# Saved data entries

[Start of Attachment]

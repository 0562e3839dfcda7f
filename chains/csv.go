package chains

import (
	"bufio"
	"bytes"
	"errors"
	"fmt"
	"io"
	"math"
	"os"
	"strconv"
	"strings"
	"sync/atomic"
	"time"

	"tautline/internal/safeio"
)

// A Writer appends rows to a chain file. Append (or AppendEnsemble, for a
// whole ensemble step) only copies rows (or the step's slices) into a
// batch; a full batch is handed to the Writer's background goroutine,
// which formats the batches in order and writes each with one write call,
// so that formatting runs beside the caller's work (on another core when
// one is free) while the bytes are exactly those of formatting every value
// on the spot. A
// fixed number of batches (batchesInFlight) circulate between the two,
// which bounds the memory and how far the goroutine may fall behind:
// Append waits when they are all in use. The writebacks to the disk that
// StartFlush asks for and those the goroutine starts on its own run on a
// second goroutine, so that the formatting goes on while the disk works;
// they do not wait for the disk, whereas Flush fsyncs and waits.
// Hold pauses the goroutine while the caller needs every core. Handing a
// batch over never wakes the goroutine: when idle, it looks for work at
// short intervals (idlePoll), and only the calls that wait for it (Flush,
// Close, an Append that finds no free batch) prompt it.
//
// Flush waits until everything appended is written and fsynced. An error
// met in the background (a failed write or writeback) is returned by the next
// Append, StartFlush, Flush or Close; rows appended after it are dropped.
// A Writer is not safe for concurrent use. Close must be called, also after
// an error, to stop the goroutines and close the file.
type Writer struct {
	path  string
	f     *os.File // written only by the goroutine until it has stopped
	ncol  int
	batch []float64 // rows appended since the last hand-over
	// walkers is the batch's layout: 0 for rows of ncol values, else
	// records of ensemble steps of that many walkers (see AppendEnsemble).
	walkers int

	work  chan message     // batches and flush requests, in order, to the goroutine
	free  chan []float64   // emptied batches, back from the goroutine
	reply chan flushResult // the goroutine's answer to a waiting Flush
	done  chan struct{}    // closed when the goroutine has returned
	// nudge prompts an idle goroutine to look for work now; only the
	// calls that wait for it send one (see idlePoll).
	nudge chan struct{}

	gate  *gate                 // Hold's, shared with the goroutine
	bgErr atomic.Pointer[error] // the goroutine's first error
	syncs atomic.Uint64         // flush requests made so far
	// pending is the number of a StartFlush request that waits in batch
	// for the batch to be handed over, or 0.
	pending uint64

	err error // first error the caller saw; every later call returns it
}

[End of Attachment]

# THE TASK
All of the entries above, written out exactly, make up the reply.

# TASK OUTPUT
repository 0562e3839dfcda7f
filename chains/csv.go
package chains

import (
	"bufio"
	"bytes"
	"errors"
	"fmt"
	"io"
	"math"
	"os"
	"strconv"
	"strings"
	"sync/atomic"
	"time"

	"tautline/internal/safeio"
)

// A Writer appends rows to a chain file. Append (or AppendEnsemble, for a
// whole ensemble step) only copies rows (or the step's slices) into a
// batch; a full batch is handed to the Writer's background goroutine,
// which formats the batches in order and writes each with one write call,
// so that formatting runs beside the caller's work (on another core when
// one is free) while the bytes are exactly those of formatting every value
// on the spot. A
// fixed number of batches (batchesInFlight) circulate between the two,
// which bounds the memory and how far the goroutine may fall behind:
// Append waits when they are all in use. The writebacks to the disk that
// StartFlush asks for and those the goroutine starts on its own run on a
// second goroutine, so that the formatting goes on while the disk works;
// they do not wait for the disk, whereas Flush fsyncs and waits.
// Hold pauses the goroutine while the caller needs every core. Handing a
// batch over never wakes the goroutine: when idle, it looks for work at
// short intervals (idlePoll), and only the calls that wait for it (Flush,
// Close, an Append that finds no free batch) prompt it.
//
// Flush waits until everything appended is written and fsynced. An error
// met in the background (a failed write or writeback) is returned by the next
// Append, StartFlush, Flush or Close; rows appended after it are dropped.
// A Writer is not safe for concurrent use. Close must be called, also after
// an error, to stop the goroutines and close the file.
type Writer struct {
	path  string
	f     *os.File // written only by the goroutine until it has stopped
	ncol  int
	batch []float64 // rows appended since the last hand-over
	// walkers is the batch's layout: 0 for rows of ncol values, else
	// records of ensemble steps of that many walkers (see AppendEnsemble).
	walkers int

	work  chan message     // batches and flush requests, in order, to the goroutine
	free  chan []float64   // emptied batches, back from the goroutine
	reply chan flushResult // the goroutine's answer to a waiting Flush
	done  chan struct{}    // closed when the goroutine has returned
	// nudge prompts an idle goroutine to look for work now; only the
	// calls that wait for it send one (see idlePoll).
	nudge chan struct{}

	gate  *gate                 // Hold's, shared with the goroutine
	bgErr atomic.Pointer[error] // the goroutine's first error
	syncs atomic.Uint64         // flush requests made so far
	// pending is the number of a StartFlush request that waits in batch
	// for the batch to be handed over, or 0.
	pending uint64

	err error // first error the caller saw; every later call returns it
}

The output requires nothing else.